Task objective
Could you set down exactly the lines of the data below, starting at the one that holds "gates.push(Clifford::X(qubit));" and ending at the one that holds "one prepared state.", both included, and only those?

Information shown
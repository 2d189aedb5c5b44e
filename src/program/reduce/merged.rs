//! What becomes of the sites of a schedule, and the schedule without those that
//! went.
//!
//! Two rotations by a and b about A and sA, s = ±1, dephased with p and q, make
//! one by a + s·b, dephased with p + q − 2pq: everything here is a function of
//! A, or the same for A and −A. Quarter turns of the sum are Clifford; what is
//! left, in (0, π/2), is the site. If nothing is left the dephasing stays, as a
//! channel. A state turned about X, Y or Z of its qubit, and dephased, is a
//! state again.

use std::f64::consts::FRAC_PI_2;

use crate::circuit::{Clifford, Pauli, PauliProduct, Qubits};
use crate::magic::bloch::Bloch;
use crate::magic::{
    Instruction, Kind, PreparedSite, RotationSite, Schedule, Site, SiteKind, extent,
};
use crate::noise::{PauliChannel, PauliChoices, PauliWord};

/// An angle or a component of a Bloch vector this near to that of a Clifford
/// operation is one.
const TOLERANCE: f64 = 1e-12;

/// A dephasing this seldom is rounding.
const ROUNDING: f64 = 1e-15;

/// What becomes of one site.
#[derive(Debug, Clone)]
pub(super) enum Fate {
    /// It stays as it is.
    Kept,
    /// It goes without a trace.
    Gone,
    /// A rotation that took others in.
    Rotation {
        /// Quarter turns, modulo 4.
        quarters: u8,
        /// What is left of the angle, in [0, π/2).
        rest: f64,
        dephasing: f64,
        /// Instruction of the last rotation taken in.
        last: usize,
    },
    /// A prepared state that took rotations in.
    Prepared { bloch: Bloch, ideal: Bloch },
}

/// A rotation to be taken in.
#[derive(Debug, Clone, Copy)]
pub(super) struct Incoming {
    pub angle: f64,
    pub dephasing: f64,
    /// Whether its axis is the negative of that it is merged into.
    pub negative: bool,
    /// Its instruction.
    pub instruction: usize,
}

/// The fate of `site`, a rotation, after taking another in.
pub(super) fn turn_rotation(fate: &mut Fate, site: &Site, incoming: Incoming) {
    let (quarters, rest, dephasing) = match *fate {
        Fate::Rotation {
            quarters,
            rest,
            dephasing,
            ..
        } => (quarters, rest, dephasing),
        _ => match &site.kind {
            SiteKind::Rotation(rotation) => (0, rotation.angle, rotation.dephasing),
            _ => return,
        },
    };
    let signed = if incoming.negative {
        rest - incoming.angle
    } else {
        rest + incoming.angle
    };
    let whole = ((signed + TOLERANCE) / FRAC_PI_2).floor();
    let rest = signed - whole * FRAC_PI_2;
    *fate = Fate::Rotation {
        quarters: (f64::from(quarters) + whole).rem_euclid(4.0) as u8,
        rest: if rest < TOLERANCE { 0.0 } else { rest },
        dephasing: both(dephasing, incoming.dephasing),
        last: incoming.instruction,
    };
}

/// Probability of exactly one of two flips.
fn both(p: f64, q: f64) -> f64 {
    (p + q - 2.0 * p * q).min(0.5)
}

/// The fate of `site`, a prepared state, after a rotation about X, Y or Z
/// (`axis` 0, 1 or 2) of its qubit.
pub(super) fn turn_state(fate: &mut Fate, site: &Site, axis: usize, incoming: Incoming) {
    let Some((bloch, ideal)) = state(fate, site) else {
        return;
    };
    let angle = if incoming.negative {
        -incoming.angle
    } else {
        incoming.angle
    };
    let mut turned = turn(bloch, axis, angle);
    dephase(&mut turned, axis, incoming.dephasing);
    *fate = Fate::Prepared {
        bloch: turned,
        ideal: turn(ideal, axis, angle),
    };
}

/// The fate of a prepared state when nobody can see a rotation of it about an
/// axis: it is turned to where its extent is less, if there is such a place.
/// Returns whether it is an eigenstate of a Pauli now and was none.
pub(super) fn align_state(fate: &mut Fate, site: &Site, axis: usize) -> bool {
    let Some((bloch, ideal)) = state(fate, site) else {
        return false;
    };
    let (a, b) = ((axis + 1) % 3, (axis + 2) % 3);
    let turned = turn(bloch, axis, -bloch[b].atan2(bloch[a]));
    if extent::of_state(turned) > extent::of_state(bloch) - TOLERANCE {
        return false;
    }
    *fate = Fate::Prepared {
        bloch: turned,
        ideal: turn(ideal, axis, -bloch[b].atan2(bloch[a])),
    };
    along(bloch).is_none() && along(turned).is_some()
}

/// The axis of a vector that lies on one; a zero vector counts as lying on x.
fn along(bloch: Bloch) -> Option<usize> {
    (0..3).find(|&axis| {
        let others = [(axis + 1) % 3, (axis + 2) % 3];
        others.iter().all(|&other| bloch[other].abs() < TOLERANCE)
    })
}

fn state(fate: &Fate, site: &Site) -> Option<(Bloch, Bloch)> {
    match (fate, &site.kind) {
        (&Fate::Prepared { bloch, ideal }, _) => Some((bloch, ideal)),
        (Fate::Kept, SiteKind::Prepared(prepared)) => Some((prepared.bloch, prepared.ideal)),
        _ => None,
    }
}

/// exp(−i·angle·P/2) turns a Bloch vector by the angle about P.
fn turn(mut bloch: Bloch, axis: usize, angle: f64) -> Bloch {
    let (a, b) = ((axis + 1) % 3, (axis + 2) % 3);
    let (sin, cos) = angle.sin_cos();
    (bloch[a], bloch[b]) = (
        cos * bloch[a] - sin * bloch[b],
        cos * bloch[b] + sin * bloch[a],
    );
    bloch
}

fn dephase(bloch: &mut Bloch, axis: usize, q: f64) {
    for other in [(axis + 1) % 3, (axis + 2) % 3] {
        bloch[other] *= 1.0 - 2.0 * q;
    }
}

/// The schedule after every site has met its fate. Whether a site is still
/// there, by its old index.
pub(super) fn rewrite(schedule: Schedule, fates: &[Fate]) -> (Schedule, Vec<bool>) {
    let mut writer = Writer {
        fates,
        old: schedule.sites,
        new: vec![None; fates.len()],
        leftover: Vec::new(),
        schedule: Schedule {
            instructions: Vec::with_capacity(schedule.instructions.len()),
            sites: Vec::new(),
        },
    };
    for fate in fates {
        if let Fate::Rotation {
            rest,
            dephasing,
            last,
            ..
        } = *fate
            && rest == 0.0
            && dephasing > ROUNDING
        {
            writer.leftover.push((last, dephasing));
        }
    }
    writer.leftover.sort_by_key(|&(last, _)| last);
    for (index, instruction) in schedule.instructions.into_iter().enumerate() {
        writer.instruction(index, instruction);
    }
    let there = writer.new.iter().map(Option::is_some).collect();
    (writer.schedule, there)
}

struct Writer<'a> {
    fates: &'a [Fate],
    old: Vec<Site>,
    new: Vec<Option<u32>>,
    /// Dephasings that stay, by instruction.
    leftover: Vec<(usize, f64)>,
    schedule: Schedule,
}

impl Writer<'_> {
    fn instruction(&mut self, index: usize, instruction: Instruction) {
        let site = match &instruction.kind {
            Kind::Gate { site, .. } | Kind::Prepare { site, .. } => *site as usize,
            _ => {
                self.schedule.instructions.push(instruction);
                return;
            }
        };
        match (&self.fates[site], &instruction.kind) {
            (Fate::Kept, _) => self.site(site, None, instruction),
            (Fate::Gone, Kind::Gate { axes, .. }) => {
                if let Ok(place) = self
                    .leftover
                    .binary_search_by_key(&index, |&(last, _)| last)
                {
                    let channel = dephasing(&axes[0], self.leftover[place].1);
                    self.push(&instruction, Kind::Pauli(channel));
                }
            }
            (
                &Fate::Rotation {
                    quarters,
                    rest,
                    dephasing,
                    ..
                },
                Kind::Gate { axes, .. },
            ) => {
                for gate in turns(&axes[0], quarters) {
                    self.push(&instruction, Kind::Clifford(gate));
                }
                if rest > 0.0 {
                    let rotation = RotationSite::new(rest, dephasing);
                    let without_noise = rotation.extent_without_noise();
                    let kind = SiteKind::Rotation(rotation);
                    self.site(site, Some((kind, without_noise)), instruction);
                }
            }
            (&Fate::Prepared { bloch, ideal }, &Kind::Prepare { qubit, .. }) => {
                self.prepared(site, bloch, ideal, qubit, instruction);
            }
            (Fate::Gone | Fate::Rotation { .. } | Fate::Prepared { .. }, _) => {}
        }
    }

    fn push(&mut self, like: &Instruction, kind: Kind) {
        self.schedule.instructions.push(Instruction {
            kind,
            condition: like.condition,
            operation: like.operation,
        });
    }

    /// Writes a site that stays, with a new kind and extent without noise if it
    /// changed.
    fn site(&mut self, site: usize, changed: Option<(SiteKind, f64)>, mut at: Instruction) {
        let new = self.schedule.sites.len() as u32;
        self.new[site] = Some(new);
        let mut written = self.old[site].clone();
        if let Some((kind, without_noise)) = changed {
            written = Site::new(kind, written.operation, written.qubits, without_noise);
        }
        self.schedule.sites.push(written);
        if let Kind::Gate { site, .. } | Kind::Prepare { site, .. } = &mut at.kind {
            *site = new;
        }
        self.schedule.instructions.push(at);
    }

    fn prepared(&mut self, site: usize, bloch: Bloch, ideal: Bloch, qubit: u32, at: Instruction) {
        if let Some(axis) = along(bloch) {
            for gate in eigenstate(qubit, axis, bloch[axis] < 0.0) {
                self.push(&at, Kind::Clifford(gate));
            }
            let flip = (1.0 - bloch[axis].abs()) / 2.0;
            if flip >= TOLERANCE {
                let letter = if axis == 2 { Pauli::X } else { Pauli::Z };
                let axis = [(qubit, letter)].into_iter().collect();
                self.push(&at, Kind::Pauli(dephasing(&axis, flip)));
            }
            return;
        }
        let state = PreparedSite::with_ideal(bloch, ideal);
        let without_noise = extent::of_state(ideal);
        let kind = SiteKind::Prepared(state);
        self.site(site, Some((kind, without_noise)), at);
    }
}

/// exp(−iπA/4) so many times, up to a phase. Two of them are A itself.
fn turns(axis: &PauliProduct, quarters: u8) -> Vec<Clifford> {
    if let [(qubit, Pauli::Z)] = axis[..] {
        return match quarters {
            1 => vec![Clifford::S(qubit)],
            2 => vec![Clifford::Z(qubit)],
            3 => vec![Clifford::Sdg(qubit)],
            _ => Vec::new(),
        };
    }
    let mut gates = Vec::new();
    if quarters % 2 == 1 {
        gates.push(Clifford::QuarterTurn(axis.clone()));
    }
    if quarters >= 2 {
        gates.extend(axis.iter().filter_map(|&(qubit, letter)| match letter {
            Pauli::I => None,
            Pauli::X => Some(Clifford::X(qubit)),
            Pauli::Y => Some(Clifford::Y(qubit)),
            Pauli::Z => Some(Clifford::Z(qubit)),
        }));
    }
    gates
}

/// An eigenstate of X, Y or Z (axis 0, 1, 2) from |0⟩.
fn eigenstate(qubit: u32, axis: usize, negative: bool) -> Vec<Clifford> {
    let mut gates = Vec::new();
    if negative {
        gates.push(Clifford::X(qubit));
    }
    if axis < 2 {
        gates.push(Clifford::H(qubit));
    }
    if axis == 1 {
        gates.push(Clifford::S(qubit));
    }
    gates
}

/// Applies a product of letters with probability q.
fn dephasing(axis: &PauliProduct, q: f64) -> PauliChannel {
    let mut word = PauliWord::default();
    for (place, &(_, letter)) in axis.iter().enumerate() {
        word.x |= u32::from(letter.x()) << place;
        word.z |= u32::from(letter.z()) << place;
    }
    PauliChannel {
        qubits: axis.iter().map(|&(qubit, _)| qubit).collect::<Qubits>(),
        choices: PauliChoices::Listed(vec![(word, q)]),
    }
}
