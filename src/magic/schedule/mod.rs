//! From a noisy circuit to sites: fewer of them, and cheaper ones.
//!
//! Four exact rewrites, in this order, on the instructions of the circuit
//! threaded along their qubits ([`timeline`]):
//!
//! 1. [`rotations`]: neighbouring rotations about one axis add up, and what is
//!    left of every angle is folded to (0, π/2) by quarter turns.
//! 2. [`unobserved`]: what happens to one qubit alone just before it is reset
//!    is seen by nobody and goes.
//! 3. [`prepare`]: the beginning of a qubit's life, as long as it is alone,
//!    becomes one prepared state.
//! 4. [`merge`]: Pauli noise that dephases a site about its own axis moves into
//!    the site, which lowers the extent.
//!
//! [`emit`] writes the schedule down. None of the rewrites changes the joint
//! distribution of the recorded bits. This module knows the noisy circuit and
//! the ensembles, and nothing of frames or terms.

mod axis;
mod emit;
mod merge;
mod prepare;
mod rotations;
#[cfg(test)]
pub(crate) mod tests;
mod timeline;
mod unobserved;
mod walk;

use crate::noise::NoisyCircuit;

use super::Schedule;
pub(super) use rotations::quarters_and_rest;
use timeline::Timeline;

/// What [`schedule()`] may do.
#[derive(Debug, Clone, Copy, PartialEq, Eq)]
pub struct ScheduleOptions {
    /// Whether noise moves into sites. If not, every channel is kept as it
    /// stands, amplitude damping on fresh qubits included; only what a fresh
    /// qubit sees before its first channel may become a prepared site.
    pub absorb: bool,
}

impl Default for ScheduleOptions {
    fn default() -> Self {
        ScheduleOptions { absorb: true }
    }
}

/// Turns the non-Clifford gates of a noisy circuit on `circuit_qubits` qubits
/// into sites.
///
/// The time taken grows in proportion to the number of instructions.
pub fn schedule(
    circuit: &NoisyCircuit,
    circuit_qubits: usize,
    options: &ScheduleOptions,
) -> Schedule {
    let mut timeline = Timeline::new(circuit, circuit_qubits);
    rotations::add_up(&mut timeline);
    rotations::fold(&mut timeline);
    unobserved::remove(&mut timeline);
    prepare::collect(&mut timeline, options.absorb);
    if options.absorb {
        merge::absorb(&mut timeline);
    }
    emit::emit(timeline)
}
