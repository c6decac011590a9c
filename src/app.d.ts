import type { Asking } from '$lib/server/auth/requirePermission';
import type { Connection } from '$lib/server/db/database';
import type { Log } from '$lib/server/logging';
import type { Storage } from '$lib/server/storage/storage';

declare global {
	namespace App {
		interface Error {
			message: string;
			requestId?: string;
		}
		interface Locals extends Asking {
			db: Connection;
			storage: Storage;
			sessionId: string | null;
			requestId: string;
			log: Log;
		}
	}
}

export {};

Finished task
        gates.push(Clifford::X(qubit));
    }
    if axis < 2 {
        gates.push(Clifford::H(qubit));
    }
    if axis == 1 {
        gates.push(Clifford::S(qubit));
    }
    gates
}

/// Applies a product of letters with probability q.
fn dephasing(axis: &PauliProduct, q: f64) -> PauliChannel {
    let mut word = PauliWord::default();
    for (place, &(_, letter)) in axis.iter().enumerate() {
        word.x |= u32::from(letter.x()) << place;
        word.z |= u32::from(letter.z()) << place;
    }
    PauliChannel {
        qubits: axis.iter().map(|&(qubit, _)| qubit).collect::<Qubits>(),
        choices: PauliChoices::Listed(vec![(word, q)]),
    }
}
filename src/magic/schedule/mod.rs
//! From a noisy circuit to sites: fewer of them, and cheaper ones.
//!
//! Four exact rewrites, in this order, on the instructions of the circuit
//! threaded along their qubits ([`timeline`]):
//!
//! 1. [`rotations`]: neighbouring rotations about one axis add up, and what is
//!    left of every angle is folded to (0, π/2) by quarter turns.
//! 2. [`unobserved`]: what happens to one qubit alone just before it is reset
//!    is seen by nobody and goes.
//! 3. [`prepare`]: the beginning of a qubit's life, as long as it is alone,
//!    becomes one prepared state.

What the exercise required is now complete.